Fargo is an American myth for a new age. After a title card that lies about the film being a true story, it opens with a grand string arrangement as headlights emerge from a road entrenched in snow like a cowboy appearing in the Western frontier. As the vehicle gets closer, we see it’s just a well-used tow truck dragging another car across Minnesota. Immediately, Fargo casts grandiosity onto the quaint world of the lower-middle class Midwest, elevating an otherwise simple crime thriller to a tale of wide implication. Nothing in Fargo is traditionally glorious; the characters have thick regional accents, the violence is grisly, and everyone is simply exhausted from the corporate rat race. Regardless, the Coens find majesty in these simple lives, letting the neighborly chit chat and cozy politeness welcome the viewer into a warmth unfamiliar to most audiences. Used car lots and local dive bars are the new grand backdrop for the world, and pregnant cops and loving husbands are its heroes.

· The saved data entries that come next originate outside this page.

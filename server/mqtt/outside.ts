import { connect as connectPlain } from 'node:net'
import type { Duplex } from 'node:stream'
import mqtt, { type IConnackPacket, type IPublishPacket, type Packet } from 'mqtt-packet'
import { type Acks, acksOf } from './acks.js'
import { backOff_ms } from './backOff.js'
import { isVersionRefusal, refusedConnect } from './connack.js'
import type { Receive } from './message.js'

/** Un-acknowledged publishes that are held; past it the socket is not read until half are done. */
const mostUnacknowledged = 2000

/** The longest packet that is heard; MQTT 5 brokers are told so, others are cut off. */
const longestPacket_bytes = 1024 * 1024

/** We speak at least this often, and expect an answer within half of it. */
const keepalive_s = 30

/** How long a broker is asked to keep our queue while we are away: a week. */
const sessionExpiry_s = 7 * 86_400

/** A broker that has not taken our CONNECT by then is not there. */
const connect_ms = 10_000

/** After our DISCONNECT the broker has so long to hang up. */
const goodbye_ms = 1000

/** A connection that lasted so long was a good one: the next back-off begins anew. */
const goodAfter_ms = 10_000

export type OutsideStatus = {
  readonly name: string
  readonly state: 'connecting' | 'connected' | 'away'
  /** Host's clock, UTC ms, since when. */
  readonly since_ms: number
  /** What is wrong and what to do, in words; null when all is well. */
  readonly why: string | null
}

export type Outside = {
  status(): OutsideStatus
  /** Takes nothing new, waits for what is under way, disconnects. The broker keeps the session. */
  close(): Promise<void>
}

export type OutsideOptions = {
  readonly name: string
  readonly host: string
  readonly port: number
  readonly user: string | null
  readonly password: string | null
  /** Stable over restarts and used by nobody else: the broker's queue for us hangs on it. */
  readonly clientId: string
  readonly filters: readonly string[]
  /** Filters of the last SUBSCRIBE of this client id, from `onSubscribed`; [] at first. */
  readonly subscribed: readonly string[]
  readonly onSubscribed: (filters: readonly string[]) => void
  readonly receive: Receive
  readonly onStatus: (status: OutsideStatus) => void
  /** Opens the way to the broker: a plain socket here, TLS when a site has it. */
  readonly connect?: (host: string, port: number) => Duplex
  /** 0 ≤ r < 1, for the jitter. */
  readonly random?: () => number
  readonly firstRetry_ms?: number
}

/**
 * Listens to somebody else's broker, with the guarantee of our own: PUBACK after commit.
 *
 * A thin client, since a full one acknowledges one message at a time (architecture.md §3). Here
 * publishes are under way in parallel, acknowledged in the order they came [MQTT-4.6.0-2], the
 * acks of one commit in one write. Every connection has a generation; what belongs to an old one
 * is dropped, as the broker sends it again. MQTT 5 is tried first, then 3.1.1.
 */
export const listenTo = (options: OutsideOptions): Outside => {
  const { name, host, port } = options
  const random = options.random ?? Math.random
  const open = options.connect ?? ((h: string, p: number) => connectPlain({ host: h, port: p }))

  let status: OutsideStatus = { name, state: 'connecting', since_ms: Date.now(), why: null }
  let generation = 0
  let version: 4 | 5 = 5
  let failures = 0
  let subscribed = options.subscribed
  let closing = false
  let current: { close(): Promise<void> } | null = null
  let retry: NodeJS.Timeout | null = null

  const say = (state: OutsideStatus['state'], why: string | null) => {
    if (status.state === state && status.why === why) return
    const since_ms = status.state === state ? status.since_ms : Date.now()
    status = { name, state, since_ms, why }
    options.onStatus(status)
  }

  const again = (why: string | null) => {
    current = null
    if (closing) return
    if (why === null) return connect() // another version of MQTT, at once
    say('away', `broker "${name}" (${host}:${port}): ${why}`)
    const wait_ms = backOff_ms(failures, random(), options.firstRetry_ms)
    failures += 1
    retry = setTimeout(connect, wait_ms)
  }

  const connect = () => {
    retry = null
    generation += 1
    const mine = generation
    const born_ms = performance.now()
    const socket = open(host, port)
    const parser = mqtt.parser({ protocolVersion: version })
    const timers = new Set<NodeJS.Timeout>()
    let heard_ms = born_ms
    let done = false
    let opened = false
    let answered = false

    const write = (packet: Packet) => {
      if (!done) socket.write(mqtt.generate(packet, { protocolVersion: version }))
    }
    const stop = (reason: string | null) => {
      if (done) return
      done = true
      for (const timer of timers) clearTimeout(timer)
      acks.drop()
      socket.destroy()
      if (performance.now() - born_ms > goodAfter_ms) failures = 0
      // Some old brokers hang up on MQTT 5 without a word.
      if (opened && !answered && reason !== null) version = version === 5 ? 4 : 5
      if (mine === generation) again(reason)
    }
    const bye = (): Promise<void> => {
      if (done) return Promise.resolve()
      done = true
      for (const timer of timers) clearTimeout(timer)
      acks.drop()
      const late = setTimeout(() => socket.destroy(), goodbye_ms)
      const closed = new Promise<void>((resolve) => socket.once('close', () => resolve()))
      socket.end(mqtt.generate({ cmd: 'disconnect' }, { protocolVersion: version }))
      socket.resume() // what still comes is not acknowledged, and comes again
      return closed.finally(() => clearTimeout(late))
    }
    const acks: Acks = acksOf({
      send: (bytes) => void (done || socket.write(bytes)),
      most: mostUnacknowledged,
      pause: () => socket.pause(),
      resume: () => socket.resume(),
    })

    const onConnack = (packet: IConnackPacket) => {
      answered = true
      const { code, text } = refusedConnect(packet)
      if (code !== 0) {
        if (!isVersionRefusal(code) || version === 4) return stop(text)
        version = 4
        return stop(null)
      }
      const keep_s = packet.properties?.serverKeepAlive ?? keepalive_s
      beat(keep_s === 0 ? keepalive_s : keep_s)
      const same =
        packet.sessionPresent && JSON.stringify(subscribed) === JSON.stringify(options.filters)
      // Subscribing again would bring every retained message again, so only where it is needed.
      if (same || options.filters.length === 0) return say('connected', null)
      const gone = packet.sessionPresent
        ? subscribed.filter((f) => !options.filters.includes(f))
        : []
      if (gone.length > 0) write({ cmd: 'unsubscribe', messageId: 2, unsubscriptions: gone })
      write({
        cmd: 'subscribe',
        messageId: 1,
        subscriptions: options.filters.map((topic) =>
          // QoS 1: 2 adds state and nothing else, the log drops duplicates. rh 1: retained
          // messages only where the subscription is new. rap false: the flag then marks a stored
          // copy and nothing else.
          version === 5 ? { topic, qos: 1, nl: false, rap: false, rh: 1 } : { topic, qos: 1 },
        ),
      })
    }

    const onSuback = (granted: readonly (number | object)[]) => {
      const refused = options.filters.filter((_, i) => Number(granted[i] ?? 0x80) >= 0x80)
      if (refused.length === 0) {
        subscribed = options.filters
        options.onSubscribed(subscribed)
        return say('connected', null)
      }
      // The rest is heard. Not remembered, so that the next connection asks again.
      say(
        'connected',
        `broker "${name}" does not let us hear ${refused.join(', ')}: check its access list`,
      )
    }

    const onPublish = (packet: IPublishPacket) => {
      const payload =
        typeof packet.payload === 'string' ? Buffer.from(packet.payload) : packet.payload
      const { topic, retain, qos, messageId } = packet
      const ack = qos > 0 && messageId !== undefined ? acks.expect(messageId) : null
      options.receive({ topic, payload, retain, broker: name }).then(
        () => ack?.(),
        (error: unknown) => {
          // Not acknowledged, so the broker sends it again, but only on a new connection.
          if (ack !== null)
            stop(
              `what it sends cannot be kept now (${error instanceof Error ? error.message : error})`,
            )
        },
      )
    }

    const beat = (keep_s: number) => {
      const timer = setInterval(() => {
        if (performance.now() - heard_ms > keep_s * 1500) stop('it does not answer any more')
        else write({ cmd: 'pingreq' })
      }, keep_s * 500)
      timers.add(timer)
    }

    parser.on('packet', (packet) => {
      if (done) return
      if (packet.cmd === 'publish') onPublish(packet)
      else if (packet.cmd === 'connack') {
        clearTimeout(patience)
        onConnack(packet)
      } else if (packet.cmd === 'suback') onSuback(packet.granted)
      else if (packet.cmd === 'disconnect')
        stop(`it closed the connection (code ${packet.reasonCode ?? 0})`)
    })
    parser.on('error', (error: Error) => stop(`it does not speak MQTT here (${error.message})`))

    socket.on('data', (chunk: Buffer) => {
      if (done) return
      heard_ms = performance.now()
      // What stays with the parser is a packet that has not ended.
      if (parser.parse(chunk) > longestPacket_bytes)
        stop(`it sends a packet of more than ${longestPacket_bytes} bytes`)
    })
    socket.on('error', (error: NodeJS.ErrnoException) =>
      stop(
        error.code === 'ECONNREFUSED'
          ? 'nothing listens there: start it, or correct HOARLINE_MQTT_URL'
          : `it cannot be reached (${error.message})`,
      ),
    )
    socket.on('close', () => stop('it closed the connection'))
    socket.on('connect', () => {
      opened = true
    })

    const patience = setTimeout(() => stop('it does not answer'), connect_ms)
    timers.add(patience)
    write({
      cmd: 'connect',
      protocolId: 'MQTT',
      protocolVersion: version,
      clientId: options.clientId,
      // The session stays with the broker: what is published while we are away waits there.
      clean: false,
      keepalive: keepalive_s,
      ...(options.user === null ? {} : { username: options.user }),
      ...(options.password === null ? {} : { password: Buffer.from(options.password) }),
      ...(version === 5
        ? {
            properties: {
              sessionExpiryInterval: sessionExpiry_s,
              maximumPacketSize: longestPacket_bytes,
              receiveMaximum: mostUnacknowledged,
            },
          }
        : {}),
    })
    current = {
      async close() {
        socket.pause()
        await acks.quiet()
        await bye()
      },
    }
  }

  connect()
  return {
    status: () => status,
    async close() {
      closing = true
      if (retry !== null) clearTimeout(retry)
      await current?.close()
    },
  }
}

Fargo opens with a mythological attitude
As Ethan and Joel Coen have slowed their output and focused more on solo careers, Fargo has endured and grown in relevance. In an age of recessions and extreme wealth disparity, the quotidian woes of the Minnesotans ring true, and the film translates these seemingly mundane troubles into folk and legend. In fact, the world the Coens created has proved so potent that FX has built an acclaimed anthology series around the film, each season placing a new crime and new cast of characters in the small town. Fargo is more than a crime thriller, it’s more than a town, and it’s more than a TV show. Fargo is the American; it’s a universe, a canon, a mythos that celebrates the least of us, exposes the best of us, and dignifies all of us.
Fargo will be screened at IU Cinema on June 14 in a new 4K restoration as part of the series Critics’ Pics: Selections from AFI and Sight & Sound.